(Provided records begins)

// Counter counts the offsets of the pairs of training windows into a Tally, exactly in
// about O(L·C) per window of L tokens and C bucket edges: token distance in closed form
// (within an instrument class from a bitset histogram and rank lookups), time with one
// walk over the close pairs and one moving pointer per farther edge over the
// non-decreasing times, pitch with a running pitch histogram. A Counter keeps scratch
// buffers: use one per goroutine.
type Counter struct {
	cfg     Config
	schemes [numKinds][]*Scheme
	// cuts are the offsets x ≤ 0, ascending, at which kinds counted by pointers (time;
	// distance within an instrument class) record the number of pairs with Δ < x.
	cuts [numKinds][]int64
	// timeIdx[d] is the last index i with cuts[Time][i] ≤ −d, for d up to a table size.
	timeIdx []int32
	// mags are the magnitudes a at which the number of pairs with |Δ| ≤ a is known on
	// pointer-counted kinds: every a ≤ exact, then steps of max(1, a/12).
	mags []int64
	// exact is Config.ExactUpTo: magnitudes up to it are counted one by one (stream.small).
	exact int64
	// bounds are the time magnitudes binned when sampling: mags and budget magnitudes.
	bounds []int64

	jointT, jointP *Scheme
	pitchBucket    [pitchSpan]int32 // bucket of Δp+127 in jointP

	// scratch
	val        []int64
	class      [numClasses]classScratch
	pit        []int16
	gval, gpre []int64
	gcnt, gbin []int64
	words      []uint64
	phist      [pitchSpan]int64 // one window's pitch offsets
	tab        []int32
	hist       []int64
	unit       int64   // the window's time unit (timeUnit), for rankTable
	rank       []int32 // rankTable: tokens at or below each value step (a window's tokens fit)
	steps      []int64 // rankTable: each group's value in steps from the first
}

// DefaultExact is the default Config.ExactUpTo: the largest magnitude up to which quantiles
// of pointer-counted kinds are exact; above it they are known within a step of a/12
// (≤ 8.4 %).
const DefaultExact = 32

// maxExact bounds Config.ExactUpTo.
const maxExact = 1 << 16

func quantileMags(exactMags int64) []int64 {
	var m []int64
	for a := int64(0); a <= math.MaxInt32; {
		m = append(m, a)
		if a < exactMags {
			a++
		} else {
			a += max(1, a/12)
		}
	}
	return m
}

(Provided records ends)

Aim of the exercise: Lines from the start of the material above through the line containing "time with one" are to be duplicated exactly, and only those.

Task result:
// Counter counts the offsets of the pairs of training windows into a Tally, exactly in
// about O(L·C) per window of L tokens and C bucket edges: token distance in closed form
// (within an instrument class from a bitset histogram and rank lookups), time with one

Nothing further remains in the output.